Exercise directions
Give the count of lines in the entries below that contain the string "half", and only that count.

[Information supplied]

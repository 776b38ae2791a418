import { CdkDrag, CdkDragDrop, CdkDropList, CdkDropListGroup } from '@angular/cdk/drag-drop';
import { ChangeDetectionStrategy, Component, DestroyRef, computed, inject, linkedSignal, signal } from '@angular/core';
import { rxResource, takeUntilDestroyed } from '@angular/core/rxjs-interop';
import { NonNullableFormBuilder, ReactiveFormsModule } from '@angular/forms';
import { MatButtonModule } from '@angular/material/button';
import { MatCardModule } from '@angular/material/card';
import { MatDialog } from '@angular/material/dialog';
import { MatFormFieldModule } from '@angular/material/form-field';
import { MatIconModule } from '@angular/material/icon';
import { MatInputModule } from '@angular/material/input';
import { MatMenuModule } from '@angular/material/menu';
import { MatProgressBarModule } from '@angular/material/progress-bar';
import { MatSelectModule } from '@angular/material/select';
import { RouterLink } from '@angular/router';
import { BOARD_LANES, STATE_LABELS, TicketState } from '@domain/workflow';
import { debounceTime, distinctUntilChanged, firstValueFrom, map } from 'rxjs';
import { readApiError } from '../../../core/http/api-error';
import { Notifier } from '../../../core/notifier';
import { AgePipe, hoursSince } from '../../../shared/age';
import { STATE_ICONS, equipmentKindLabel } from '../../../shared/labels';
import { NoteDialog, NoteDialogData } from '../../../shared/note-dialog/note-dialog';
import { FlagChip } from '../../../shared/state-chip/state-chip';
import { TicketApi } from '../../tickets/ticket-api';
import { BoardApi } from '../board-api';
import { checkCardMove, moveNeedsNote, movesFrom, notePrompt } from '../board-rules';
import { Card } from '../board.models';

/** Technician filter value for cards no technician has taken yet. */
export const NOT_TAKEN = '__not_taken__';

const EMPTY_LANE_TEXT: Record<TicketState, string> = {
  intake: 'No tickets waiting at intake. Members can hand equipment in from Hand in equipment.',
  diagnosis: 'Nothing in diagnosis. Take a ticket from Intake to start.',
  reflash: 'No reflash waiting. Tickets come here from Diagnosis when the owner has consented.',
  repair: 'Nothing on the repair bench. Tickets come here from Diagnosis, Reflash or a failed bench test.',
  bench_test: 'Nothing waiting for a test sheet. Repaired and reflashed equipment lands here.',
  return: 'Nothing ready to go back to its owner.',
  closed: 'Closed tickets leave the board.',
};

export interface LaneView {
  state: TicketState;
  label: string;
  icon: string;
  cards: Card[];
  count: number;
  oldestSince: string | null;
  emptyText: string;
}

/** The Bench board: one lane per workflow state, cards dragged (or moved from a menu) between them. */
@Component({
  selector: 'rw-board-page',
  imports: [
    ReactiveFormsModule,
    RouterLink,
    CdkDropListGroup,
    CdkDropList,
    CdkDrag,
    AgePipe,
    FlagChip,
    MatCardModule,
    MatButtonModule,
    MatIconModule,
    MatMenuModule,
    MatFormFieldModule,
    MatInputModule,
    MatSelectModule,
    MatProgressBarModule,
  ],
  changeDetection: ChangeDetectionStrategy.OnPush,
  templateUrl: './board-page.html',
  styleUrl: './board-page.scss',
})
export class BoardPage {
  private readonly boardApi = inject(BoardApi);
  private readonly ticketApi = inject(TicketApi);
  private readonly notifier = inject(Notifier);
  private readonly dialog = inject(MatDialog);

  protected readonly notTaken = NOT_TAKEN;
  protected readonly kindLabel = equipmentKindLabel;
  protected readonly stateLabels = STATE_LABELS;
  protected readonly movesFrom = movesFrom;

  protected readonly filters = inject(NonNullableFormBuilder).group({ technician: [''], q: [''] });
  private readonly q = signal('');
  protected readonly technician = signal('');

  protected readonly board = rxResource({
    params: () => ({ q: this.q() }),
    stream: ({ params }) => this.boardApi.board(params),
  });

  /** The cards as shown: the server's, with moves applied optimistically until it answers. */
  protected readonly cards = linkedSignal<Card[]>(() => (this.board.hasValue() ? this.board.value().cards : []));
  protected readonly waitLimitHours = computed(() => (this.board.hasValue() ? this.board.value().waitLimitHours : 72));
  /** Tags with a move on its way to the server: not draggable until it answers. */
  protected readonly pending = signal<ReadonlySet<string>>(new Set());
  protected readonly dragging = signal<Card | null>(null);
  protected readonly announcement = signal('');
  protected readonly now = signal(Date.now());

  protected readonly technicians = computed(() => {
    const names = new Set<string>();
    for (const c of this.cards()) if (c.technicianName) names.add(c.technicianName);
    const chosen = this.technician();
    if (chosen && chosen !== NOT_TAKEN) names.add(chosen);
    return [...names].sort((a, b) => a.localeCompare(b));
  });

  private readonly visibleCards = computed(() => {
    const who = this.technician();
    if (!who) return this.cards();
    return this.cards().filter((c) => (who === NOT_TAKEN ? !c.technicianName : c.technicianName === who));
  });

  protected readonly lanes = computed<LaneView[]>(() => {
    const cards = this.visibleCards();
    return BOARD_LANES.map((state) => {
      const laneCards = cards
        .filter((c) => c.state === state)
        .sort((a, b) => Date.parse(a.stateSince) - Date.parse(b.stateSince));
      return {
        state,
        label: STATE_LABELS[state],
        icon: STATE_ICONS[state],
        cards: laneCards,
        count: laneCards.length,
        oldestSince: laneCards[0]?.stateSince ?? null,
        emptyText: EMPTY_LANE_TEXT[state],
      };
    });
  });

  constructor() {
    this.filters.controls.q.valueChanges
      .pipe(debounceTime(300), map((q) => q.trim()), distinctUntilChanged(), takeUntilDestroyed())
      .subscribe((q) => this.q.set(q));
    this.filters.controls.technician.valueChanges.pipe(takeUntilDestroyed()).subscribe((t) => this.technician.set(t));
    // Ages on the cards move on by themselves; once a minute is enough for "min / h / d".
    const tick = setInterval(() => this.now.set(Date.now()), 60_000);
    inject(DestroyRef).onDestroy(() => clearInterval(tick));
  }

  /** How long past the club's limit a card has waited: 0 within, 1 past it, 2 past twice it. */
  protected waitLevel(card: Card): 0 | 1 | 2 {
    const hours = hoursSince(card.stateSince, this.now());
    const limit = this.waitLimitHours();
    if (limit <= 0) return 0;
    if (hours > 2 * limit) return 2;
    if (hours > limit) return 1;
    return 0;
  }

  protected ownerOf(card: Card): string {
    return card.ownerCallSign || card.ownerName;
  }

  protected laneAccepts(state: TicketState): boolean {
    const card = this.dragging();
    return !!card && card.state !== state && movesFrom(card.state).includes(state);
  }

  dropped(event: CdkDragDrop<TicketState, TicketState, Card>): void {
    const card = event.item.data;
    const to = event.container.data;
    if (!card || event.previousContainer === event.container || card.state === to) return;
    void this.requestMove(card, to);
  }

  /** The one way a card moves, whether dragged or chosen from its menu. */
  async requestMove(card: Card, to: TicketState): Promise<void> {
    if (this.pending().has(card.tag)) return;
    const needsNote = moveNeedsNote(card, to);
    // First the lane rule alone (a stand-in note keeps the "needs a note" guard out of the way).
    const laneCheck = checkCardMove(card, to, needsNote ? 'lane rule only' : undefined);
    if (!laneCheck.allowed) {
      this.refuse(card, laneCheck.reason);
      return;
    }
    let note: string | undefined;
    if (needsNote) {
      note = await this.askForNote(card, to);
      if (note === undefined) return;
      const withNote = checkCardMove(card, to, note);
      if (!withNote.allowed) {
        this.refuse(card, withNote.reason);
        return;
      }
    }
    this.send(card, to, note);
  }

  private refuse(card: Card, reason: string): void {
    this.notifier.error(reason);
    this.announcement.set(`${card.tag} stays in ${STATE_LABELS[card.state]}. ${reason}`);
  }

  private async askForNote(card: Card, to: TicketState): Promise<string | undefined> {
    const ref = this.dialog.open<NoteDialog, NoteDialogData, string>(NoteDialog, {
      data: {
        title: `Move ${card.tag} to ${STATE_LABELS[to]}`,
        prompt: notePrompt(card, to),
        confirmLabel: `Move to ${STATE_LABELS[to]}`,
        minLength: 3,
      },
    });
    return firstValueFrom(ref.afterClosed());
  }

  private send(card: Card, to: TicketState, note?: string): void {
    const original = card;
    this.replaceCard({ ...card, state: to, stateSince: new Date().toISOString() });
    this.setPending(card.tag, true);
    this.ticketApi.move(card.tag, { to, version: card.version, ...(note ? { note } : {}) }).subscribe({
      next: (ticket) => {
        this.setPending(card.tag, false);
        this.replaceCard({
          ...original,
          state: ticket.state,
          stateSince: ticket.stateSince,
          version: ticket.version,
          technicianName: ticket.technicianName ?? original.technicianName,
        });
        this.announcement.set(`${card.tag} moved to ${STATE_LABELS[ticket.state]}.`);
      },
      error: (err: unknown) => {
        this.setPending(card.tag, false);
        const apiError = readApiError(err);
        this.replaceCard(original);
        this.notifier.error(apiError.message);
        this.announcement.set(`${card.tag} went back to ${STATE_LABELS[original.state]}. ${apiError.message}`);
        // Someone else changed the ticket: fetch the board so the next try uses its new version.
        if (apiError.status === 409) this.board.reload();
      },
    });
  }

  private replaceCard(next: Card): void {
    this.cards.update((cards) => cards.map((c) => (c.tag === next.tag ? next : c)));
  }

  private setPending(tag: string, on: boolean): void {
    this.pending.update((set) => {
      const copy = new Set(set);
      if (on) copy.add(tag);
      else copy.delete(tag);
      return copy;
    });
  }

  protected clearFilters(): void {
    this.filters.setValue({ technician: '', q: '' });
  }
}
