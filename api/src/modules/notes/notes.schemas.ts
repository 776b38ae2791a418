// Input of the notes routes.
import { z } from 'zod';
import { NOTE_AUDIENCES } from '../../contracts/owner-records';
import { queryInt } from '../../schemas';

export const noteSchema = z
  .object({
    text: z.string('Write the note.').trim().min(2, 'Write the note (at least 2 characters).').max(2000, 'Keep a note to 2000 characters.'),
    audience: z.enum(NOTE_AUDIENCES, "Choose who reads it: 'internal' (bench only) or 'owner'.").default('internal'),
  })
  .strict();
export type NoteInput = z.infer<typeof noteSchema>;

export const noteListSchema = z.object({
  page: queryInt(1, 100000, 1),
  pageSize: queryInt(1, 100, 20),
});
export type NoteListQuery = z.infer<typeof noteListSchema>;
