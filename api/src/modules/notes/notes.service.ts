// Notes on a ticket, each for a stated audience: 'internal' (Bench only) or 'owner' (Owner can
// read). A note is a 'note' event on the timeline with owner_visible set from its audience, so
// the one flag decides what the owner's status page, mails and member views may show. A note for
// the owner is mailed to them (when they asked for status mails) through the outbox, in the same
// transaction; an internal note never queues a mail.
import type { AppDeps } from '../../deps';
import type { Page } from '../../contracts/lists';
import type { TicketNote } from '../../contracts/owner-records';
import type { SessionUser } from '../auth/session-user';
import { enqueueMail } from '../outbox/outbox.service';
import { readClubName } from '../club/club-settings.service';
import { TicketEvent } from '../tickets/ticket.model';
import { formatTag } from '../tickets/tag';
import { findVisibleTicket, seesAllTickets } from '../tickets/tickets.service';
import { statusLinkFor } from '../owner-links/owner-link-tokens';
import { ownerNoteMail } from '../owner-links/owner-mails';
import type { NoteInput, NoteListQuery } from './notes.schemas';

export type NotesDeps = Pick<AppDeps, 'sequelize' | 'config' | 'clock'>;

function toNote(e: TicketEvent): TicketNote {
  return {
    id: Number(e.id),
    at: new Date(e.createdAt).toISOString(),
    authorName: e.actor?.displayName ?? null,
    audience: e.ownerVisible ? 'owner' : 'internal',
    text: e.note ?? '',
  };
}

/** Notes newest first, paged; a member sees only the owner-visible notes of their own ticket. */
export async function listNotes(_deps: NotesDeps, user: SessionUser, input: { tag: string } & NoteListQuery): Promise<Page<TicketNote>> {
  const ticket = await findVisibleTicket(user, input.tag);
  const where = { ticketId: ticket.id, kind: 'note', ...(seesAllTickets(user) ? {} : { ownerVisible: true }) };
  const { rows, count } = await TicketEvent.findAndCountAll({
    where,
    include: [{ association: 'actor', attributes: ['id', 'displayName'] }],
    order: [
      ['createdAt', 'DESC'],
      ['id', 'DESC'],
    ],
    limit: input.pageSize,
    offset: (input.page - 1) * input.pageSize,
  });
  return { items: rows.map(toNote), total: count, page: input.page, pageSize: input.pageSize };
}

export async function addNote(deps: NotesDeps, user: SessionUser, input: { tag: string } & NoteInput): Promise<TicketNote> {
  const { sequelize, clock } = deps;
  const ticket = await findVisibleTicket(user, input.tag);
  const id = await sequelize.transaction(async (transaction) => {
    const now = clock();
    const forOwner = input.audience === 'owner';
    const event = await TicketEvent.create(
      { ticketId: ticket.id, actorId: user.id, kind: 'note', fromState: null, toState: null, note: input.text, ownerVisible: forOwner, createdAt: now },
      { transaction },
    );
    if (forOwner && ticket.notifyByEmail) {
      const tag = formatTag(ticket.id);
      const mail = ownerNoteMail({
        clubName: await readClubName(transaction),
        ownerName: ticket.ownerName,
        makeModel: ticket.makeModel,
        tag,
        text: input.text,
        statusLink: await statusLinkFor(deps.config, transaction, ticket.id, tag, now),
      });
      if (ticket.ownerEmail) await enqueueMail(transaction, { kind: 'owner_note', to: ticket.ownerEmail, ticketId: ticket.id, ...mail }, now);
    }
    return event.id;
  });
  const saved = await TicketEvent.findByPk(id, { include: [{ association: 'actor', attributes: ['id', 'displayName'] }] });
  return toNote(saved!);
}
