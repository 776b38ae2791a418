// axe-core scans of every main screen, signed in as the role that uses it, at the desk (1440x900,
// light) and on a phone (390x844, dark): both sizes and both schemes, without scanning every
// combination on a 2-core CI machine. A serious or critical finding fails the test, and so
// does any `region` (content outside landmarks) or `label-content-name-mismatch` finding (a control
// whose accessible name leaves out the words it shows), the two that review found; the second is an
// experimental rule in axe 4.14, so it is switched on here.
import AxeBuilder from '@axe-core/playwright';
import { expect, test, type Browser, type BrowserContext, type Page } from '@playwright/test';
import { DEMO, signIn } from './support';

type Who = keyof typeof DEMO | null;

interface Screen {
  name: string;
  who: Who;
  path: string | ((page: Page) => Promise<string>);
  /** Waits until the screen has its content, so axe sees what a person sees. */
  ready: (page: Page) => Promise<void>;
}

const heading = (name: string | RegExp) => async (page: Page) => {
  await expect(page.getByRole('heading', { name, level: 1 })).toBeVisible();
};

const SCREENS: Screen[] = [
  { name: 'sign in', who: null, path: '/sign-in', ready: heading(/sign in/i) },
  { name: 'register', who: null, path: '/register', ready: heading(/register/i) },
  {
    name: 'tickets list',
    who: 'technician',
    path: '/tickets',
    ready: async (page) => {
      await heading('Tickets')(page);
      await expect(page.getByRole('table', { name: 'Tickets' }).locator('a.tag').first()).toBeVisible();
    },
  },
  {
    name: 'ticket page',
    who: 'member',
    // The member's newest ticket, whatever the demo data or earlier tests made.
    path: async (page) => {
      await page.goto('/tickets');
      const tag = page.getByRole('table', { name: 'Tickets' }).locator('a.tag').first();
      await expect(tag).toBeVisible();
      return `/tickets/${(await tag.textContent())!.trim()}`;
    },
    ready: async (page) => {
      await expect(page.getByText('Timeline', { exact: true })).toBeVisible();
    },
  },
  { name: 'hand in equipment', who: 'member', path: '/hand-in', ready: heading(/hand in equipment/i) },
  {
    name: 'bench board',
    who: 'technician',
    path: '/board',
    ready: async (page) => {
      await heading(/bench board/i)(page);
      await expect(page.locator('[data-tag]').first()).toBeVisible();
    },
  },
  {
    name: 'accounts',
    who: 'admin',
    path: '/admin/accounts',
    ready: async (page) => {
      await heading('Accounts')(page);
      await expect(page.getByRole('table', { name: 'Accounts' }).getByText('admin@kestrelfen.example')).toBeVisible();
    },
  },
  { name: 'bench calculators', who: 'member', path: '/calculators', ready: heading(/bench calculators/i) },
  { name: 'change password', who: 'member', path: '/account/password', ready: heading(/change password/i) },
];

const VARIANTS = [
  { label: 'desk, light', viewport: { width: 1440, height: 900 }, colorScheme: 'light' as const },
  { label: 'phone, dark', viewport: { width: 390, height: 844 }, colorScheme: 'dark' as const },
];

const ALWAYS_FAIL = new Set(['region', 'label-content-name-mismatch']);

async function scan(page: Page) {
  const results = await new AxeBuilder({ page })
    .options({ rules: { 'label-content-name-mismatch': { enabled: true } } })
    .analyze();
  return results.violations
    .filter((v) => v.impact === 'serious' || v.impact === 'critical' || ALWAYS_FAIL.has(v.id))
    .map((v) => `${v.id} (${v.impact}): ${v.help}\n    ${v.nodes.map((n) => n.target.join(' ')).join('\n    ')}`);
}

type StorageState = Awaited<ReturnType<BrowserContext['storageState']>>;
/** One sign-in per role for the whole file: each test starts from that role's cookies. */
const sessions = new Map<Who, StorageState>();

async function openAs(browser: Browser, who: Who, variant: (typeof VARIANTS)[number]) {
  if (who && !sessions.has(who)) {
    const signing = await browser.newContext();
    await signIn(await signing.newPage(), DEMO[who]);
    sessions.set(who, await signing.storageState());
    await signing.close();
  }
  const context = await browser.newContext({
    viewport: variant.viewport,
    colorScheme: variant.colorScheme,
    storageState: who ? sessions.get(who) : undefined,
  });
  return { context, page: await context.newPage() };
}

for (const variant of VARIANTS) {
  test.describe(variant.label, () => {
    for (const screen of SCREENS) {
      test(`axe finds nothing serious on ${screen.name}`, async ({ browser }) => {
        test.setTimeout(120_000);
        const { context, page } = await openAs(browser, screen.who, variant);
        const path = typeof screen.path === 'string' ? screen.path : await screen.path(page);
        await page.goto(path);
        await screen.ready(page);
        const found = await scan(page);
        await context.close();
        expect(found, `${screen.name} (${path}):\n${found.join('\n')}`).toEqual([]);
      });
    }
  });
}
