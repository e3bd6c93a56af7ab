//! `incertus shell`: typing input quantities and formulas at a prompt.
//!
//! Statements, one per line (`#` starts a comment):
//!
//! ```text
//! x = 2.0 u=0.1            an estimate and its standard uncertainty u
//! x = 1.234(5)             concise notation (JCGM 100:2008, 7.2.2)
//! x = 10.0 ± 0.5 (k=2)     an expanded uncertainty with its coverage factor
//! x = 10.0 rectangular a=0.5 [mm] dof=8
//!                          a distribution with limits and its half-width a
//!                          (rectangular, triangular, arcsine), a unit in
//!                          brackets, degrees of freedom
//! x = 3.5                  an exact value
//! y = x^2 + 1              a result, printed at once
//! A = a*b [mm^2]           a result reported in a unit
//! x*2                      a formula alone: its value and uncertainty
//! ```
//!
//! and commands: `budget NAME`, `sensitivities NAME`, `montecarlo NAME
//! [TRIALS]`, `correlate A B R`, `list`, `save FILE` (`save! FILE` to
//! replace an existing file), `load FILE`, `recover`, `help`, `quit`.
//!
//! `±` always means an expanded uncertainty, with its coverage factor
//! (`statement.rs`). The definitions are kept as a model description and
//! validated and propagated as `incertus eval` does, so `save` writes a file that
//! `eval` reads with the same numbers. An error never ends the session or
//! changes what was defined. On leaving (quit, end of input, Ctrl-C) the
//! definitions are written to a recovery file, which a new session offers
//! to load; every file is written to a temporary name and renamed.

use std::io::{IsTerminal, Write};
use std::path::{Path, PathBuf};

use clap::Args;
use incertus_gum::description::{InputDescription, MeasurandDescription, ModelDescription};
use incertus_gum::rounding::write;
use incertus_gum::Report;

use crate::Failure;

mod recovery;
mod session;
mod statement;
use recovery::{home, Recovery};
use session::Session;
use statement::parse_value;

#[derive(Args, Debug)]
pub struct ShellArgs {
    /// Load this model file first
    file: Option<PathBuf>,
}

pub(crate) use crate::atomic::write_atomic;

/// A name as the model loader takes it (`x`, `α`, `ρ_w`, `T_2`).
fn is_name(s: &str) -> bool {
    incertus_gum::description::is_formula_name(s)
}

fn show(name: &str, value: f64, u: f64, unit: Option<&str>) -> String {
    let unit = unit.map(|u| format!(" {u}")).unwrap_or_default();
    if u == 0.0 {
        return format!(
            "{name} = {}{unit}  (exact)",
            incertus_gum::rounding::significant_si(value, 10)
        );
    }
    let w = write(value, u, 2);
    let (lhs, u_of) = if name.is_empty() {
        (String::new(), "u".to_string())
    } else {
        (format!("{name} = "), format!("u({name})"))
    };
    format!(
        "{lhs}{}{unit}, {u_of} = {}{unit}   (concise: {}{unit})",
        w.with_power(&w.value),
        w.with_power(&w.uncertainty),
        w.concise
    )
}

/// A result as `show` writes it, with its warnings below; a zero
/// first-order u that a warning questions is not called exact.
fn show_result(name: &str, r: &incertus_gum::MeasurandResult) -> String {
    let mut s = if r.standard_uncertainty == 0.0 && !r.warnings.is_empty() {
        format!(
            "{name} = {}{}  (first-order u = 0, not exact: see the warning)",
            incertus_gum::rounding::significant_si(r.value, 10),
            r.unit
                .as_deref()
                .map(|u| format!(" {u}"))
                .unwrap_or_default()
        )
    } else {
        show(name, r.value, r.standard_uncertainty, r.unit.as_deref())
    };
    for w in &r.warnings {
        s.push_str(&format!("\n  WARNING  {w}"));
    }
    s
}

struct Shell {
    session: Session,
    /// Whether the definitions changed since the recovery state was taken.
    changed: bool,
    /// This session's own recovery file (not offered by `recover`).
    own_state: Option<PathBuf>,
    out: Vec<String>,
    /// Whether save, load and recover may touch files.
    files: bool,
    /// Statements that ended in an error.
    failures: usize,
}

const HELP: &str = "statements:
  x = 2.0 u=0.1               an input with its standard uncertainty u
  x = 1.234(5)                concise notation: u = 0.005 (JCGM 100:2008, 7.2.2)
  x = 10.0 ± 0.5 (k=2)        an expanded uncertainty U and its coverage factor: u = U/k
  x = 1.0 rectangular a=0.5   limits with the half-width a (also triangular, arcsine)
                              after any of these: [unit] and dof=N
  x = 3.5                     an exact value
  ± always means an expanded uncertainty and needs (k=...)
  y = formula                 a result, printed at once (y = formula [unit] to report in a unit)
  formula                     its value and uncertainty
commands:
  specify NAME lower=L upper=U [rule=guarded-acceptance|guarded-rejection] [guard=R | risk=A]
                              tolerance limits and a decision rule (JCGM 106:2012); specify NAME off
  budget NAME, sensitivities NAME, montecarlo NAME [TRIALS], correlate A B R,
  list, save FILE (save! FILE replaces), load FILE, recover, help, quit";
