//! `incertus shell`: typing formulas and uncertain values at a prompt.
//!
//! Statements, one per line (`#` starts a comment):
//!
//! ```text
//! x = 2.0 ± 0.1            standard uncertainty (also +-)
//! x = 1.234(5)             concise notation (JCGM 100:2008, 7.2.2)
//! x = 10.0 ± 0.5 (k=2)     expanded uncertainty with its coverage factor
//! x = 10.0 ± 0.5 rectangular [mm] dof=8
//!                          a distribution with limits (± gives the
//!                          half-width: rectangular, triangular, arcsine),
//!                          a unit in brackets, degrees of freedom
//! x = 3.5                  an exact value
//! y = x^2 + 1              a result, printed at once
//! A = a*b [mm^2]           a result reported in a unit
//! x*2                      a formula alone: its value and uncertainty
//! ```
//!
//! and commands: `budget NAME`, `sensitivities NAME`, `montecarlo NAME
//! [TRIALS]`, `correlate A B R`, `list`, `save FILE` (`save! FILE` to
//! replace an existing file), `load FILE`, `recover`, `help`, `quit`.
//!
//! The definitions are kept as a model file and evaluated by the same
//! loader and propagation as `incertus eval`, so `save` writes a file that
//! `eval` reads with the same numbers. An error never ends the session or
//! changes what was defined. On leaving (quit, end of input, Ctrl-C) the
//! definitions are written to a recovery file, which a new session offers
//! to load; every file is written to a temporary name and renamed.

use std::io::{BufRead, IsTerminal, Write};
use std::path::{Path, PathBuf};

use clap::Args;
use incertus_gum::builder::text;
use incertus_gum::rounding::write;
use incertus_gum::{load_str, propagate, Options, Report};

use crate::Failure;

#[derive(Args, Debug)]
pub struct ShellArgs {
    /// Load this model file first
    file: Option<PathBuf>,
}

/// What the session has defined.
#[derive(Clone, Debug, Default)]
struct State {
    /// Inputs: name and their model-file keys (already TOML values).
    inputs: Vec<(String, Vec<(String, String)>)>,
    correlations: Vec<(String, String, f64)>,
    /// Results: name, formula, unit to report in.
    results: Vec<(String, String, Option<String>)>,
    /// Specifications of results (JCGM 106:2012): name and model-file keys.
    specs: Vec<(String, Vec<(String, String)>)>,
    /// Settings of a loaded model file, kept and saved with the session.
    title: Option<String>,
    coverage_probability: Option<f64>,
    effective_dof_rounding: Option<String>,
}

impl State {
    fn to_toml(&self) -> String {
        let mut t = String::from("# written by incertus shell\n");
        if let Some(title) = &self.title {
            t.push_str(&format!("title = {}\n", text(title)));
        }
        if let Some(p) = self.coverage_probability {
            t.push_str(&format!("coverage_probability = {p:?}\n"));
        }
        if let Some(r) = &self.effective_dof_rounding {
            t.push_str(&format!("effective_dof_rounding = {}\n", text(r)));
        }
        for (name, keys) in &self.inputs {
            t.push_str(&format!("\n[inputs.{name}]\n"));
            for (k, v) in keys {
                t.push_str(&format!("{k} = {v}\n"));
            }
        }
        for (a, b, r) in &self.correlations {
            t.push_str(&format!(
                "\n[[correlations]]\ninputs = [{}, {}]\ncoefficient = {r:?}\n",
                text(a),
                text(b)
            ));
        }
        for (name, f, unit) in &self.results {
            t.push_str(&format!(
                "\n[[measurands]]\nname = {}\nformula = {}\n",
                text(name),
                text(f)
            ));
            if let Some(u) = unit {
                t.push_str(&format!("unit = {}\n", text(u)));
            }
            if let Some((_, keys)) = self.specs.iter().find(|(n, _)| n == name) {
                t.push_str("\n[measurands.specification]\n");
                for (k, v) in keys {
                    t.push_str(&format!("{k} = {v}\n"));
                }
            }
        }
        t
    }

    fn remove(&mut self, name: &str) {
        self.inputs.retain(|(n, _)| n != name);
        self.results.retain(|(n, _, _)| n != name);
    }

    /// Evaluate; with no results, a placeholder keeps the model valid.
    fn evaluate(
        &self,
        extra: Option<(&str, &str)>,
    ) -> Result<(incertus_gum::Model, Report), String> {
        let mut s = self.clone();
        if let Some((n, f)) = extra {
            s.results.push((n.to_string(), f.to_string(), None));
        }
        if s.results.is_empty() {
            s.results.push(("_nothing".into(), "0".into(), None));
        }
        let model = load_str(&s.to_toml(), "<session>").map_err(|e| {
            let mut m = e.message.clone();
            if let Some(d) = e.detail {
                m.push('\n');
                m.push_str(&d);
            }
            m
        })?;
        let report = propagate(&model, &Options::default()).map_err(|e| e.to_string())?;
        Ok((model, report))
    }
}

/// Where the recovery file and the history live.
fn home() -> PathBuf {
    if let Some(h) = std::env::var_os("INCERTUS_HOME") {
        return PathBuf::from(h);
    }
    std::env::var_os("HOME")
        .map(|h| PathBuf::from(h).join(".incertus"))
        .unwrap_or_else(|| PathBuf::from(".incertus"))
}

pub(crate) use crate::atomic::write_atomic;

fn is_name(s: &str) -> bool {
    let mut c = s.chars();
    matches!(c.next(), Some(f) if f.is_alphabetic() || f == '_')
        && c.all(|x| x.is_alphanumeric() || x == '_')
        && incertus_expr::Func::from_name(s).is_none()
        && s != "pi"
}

[/Information supplied]

Reply to the task
3